The three women each had their a ministry. Simone began volunteering at the city prison, Rikers Island (which then had 8 chaplains and now has 60), Amy visited the city prisons and Bellevue prison wards, Rita worked as a practical nurse.
Meanwhile, Fr. Peter Raphael, who had been a priest in Appalachia while working as a welder, came to New York and was a detox aide in the Manhattan Bowery Project. From time to time he filled in as a chaplain at Rikers, and in l979 he began to say Mass regularly at the maximum-security unit where Simone was serving as a volunteer chaplain. She had been refused the salaried job because she was a woman counseling in a men’s prison. In the early ‘80s, she became one of the first women accepted by the state as a prison chaplain for men.
Fr. Peter was soon saying Mass in three of the 20 prisons on Rikers, with Simone focusing on the maximum-security unit and Amy now the chaplain in the hospital. In the course of this work they came to know and assist families of inmates who were at Rikers and elsewhere in the New York penal system. Close to 100 volunteers gathered around the ministry. Suddenly the chaplains found themselves being asked by judges to take and supervise prisoners whom the judges felt should not be behind bars.
This was the beginning of Abraham House, though it would not be incorporated or have that name for another dozen years. The first three prisoners (who remain close to the program to this day) were put up in rented rooms in the same building where the Sisters and Fr. Peter lived. This was over a soup kitchen in Brooklyn.

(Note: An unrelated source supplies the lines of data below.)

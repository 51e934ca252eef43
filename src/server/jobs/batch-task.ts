/** Makes the engine's task for a range of a job's replicates at all points. The same range gives the same answer, whenever it runs. */
import { ModelVersion } from '@db/models/models.ts';
import type { Job } from '@db/models/jobs.ts';
import { jobTask } from '@/archives/job-task.ts';
import type { ResolvedNetwork } from '@/domain/network/resolved.ts';
import { networksOf } from '@/domain/jobs/networks-of.ts';
import type { PointsTask } from '@/engine/run-points.ts';

/** The network of a job at each of its points. */
export async function networksOfJob(job: Job): Promise<ResolvedNetwork[]> {
  const version = await ModelVersion.findByPk(job.modelVersionId);
  const resolved = networksOf(version!.document, job.inputs);
  if (!resolved.ok)
    throw new Error(
      `The network of ${job.id} ran when it was quoted and no longer does: ${resolved.problems[0]?.message}`,
    );
  return resolved.networks;
}

export function batchTask(options: {
  job: Job;
  networks: ResolvedNetwork[];
  firstReplicate: number;
  replicateCount: number;
  /** Stops the batch once no further replicate could fit under the cap; it never shapes a replicate. */
  eventBudgetPerBatch?: number | null;
}): PointsTask {
  const { job, eventBudgetPerBatch = null, ...range } = options;
  return { ...jobTask({ ...range, inputs: job.inputs, seed: job.seed }), eventBudgetPerBatch };
}
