import * as contracts from '@/contracts/billing.ts';
import { listTopUps } from '@/server/billing/list-top-ups.ts';
import { startTopUp } from '@/server/billing/start-top-up.ts';
import { endpoint } from '@/server/http/endpoint.ts';

export const GET = endpoint(contracts.listTopUps, ({ actor, parameters: { team = '' }, query }) =>
  listTopUps({ actor, team, ...query }),
);

export const POST = endpoint(contracts.startTopUp, ({ actor, parameters: { team = '' }, body, idempotency }) =>
  startTopUp({ actor, team, ...body, idempotency }),
);
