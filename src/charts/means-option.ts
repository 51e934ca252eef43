/** The means of several observables in one figure, told apart by colour, dash pattern and a word at the end of each. */
import type { EChartsOption } from 'echarts';
import type { FigureTable } from './figure-table.ts';
import { bandSeries, frame, labelSeries, timeTitle } from './frame.ts';
import { countText, numberText, valueWithError } from './number-text.ts';
import { seriesDashes, type ChartTheme } from './palette.ts';
import { observableTitle, type DrawnObservable } from './time-course-option.ts';

export interface Means {
  times: readonly number[];
  timeUnit?: string | undefined;
  /** At most as many as there are series colours are drawn; the table holds all. */
  observables: readonly DrawnObservable[];
  replicates: number;
}

export function meansOption(means: Means, theme: ChartTheme): EChartsOption {
  const { times } = means;
  const drawn = means.observables.slice(0, theme.series.length);
  const end = times[times.length - 1]!;
  const series = drawn.flatMap((observable, index) => {
    const color = theme.series[index]!;
    const { mean, meanStandardError } = observable;
    return [
      bandSeries({
        name: `${observable.id} ± SE`,
        xs: times,
        low: mean.map((value, at) => value - meanStandardError[at]!),
        high: mean.map((value, at) => value + meanStandardError[at]!),
        color,
        opacity: 0.3,
      }),
      {
        type: 'line',
        name: observableTitle(observable),
        showSymbol: times.length === 1,
        z: 4,
        lineStyle: { color, width: 2, type: seriesDashes[index] },
        itemStyle: { color },
        data: times.map((time, at) => [time, mean[at]!]),
      },
    ];
  });
  const labels = drawn.map((observable, index) => ({
    x: end,
    y: observable.mean[times.length - 1]!,
    text: observableTitle(observable),
    color: theme.series[index]!,
  }));
  const base = frame(theme, {
    x: { title: timeTitle(means.timeUnit), min: times[0]!, max: end },
    y: { title: 'mean ± SE, count' },
    labels: true,
  });
  return {
    ...base,
    tooltip: {
      ...base.tooltip,
      formatter: (items: unknown) => {
        const at = (items as { dataIndex: number }[])[0]?.dataIndex;
        if (at === undefined) return '';
        const lines = drawn.map((observable) => {
          const { value, error } = valueWithError(observable.mean[at]!, observable.meanStandardError[at]!);
          return `${observableTitle(observable)}  ${value} ± ${error}`;
        });
        return [`at ${numberText(times[at]!, 6)}${means.timeUnit ? ` ${means.timeUnit}` : ''}`, ...lines].join('\n');
      },
    },
    series: [...series, labelSeries(labels, theme)],
  } as EChartsOption;
}

export function meansTable({ times, timeUnit, observables, replicates }: Means): FigureTable {
  return {
    caption: `Means over time, from ${countText(replicates)} replicates`,
    columns: [
      timeTitle(timeUnit),
      ...observables.flatMap((observable) => [
        `${observableTitle(observable)}, mean`,
        `${observableTitle(observable)}, standard error`,
      ]),
    ],
    rows: times.map((time, at) => [
      time,
      ...observables.flatMap(({ mean, meanStandardError }) => [mean[at]!, meanStandardError[at]!]),
    ]),
  };
}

More families of Rikers prisoners began seeking the chaplains out for counseling and social services. It became clear that reconciliation between inmates and their relatives was essential to the prisoners’ chances of being rehabilitated. By the early 1990s, Department of Corrections personnel and judges looking for alternatives to incarceration, especially for first-time, non-violent offenders, were encouraging the chaplains to formalize the program. The founders named it for Abraham, the father of the three monotheistic religions, and after a long search found a ransacked building in Mott Haven. The doors opened in 1993.
Sr. Amy continues to work as a chaplain at Rikers (in the hospital and the facility for sexual criminals and notorious prisoners such as the Wendy murderers). The rest of her time is spent doing social outreach in the Mott Haven community and with prisoners’ families in New York.
Sr. Rita is a nurse in a mental health facility and has become a licensed masseuse so that she can use the skill particularly for chemo and AIDS patients. At Abraham House, she runs the Food Pantry, which provides weekly staples for 120 families.
Fr. Peter is retired as a Rikers chaplain and now oversees the Residents’ Program. He is the spiritual director of Abraham House.
Sr. Simone is Abraham House’s Executive Director.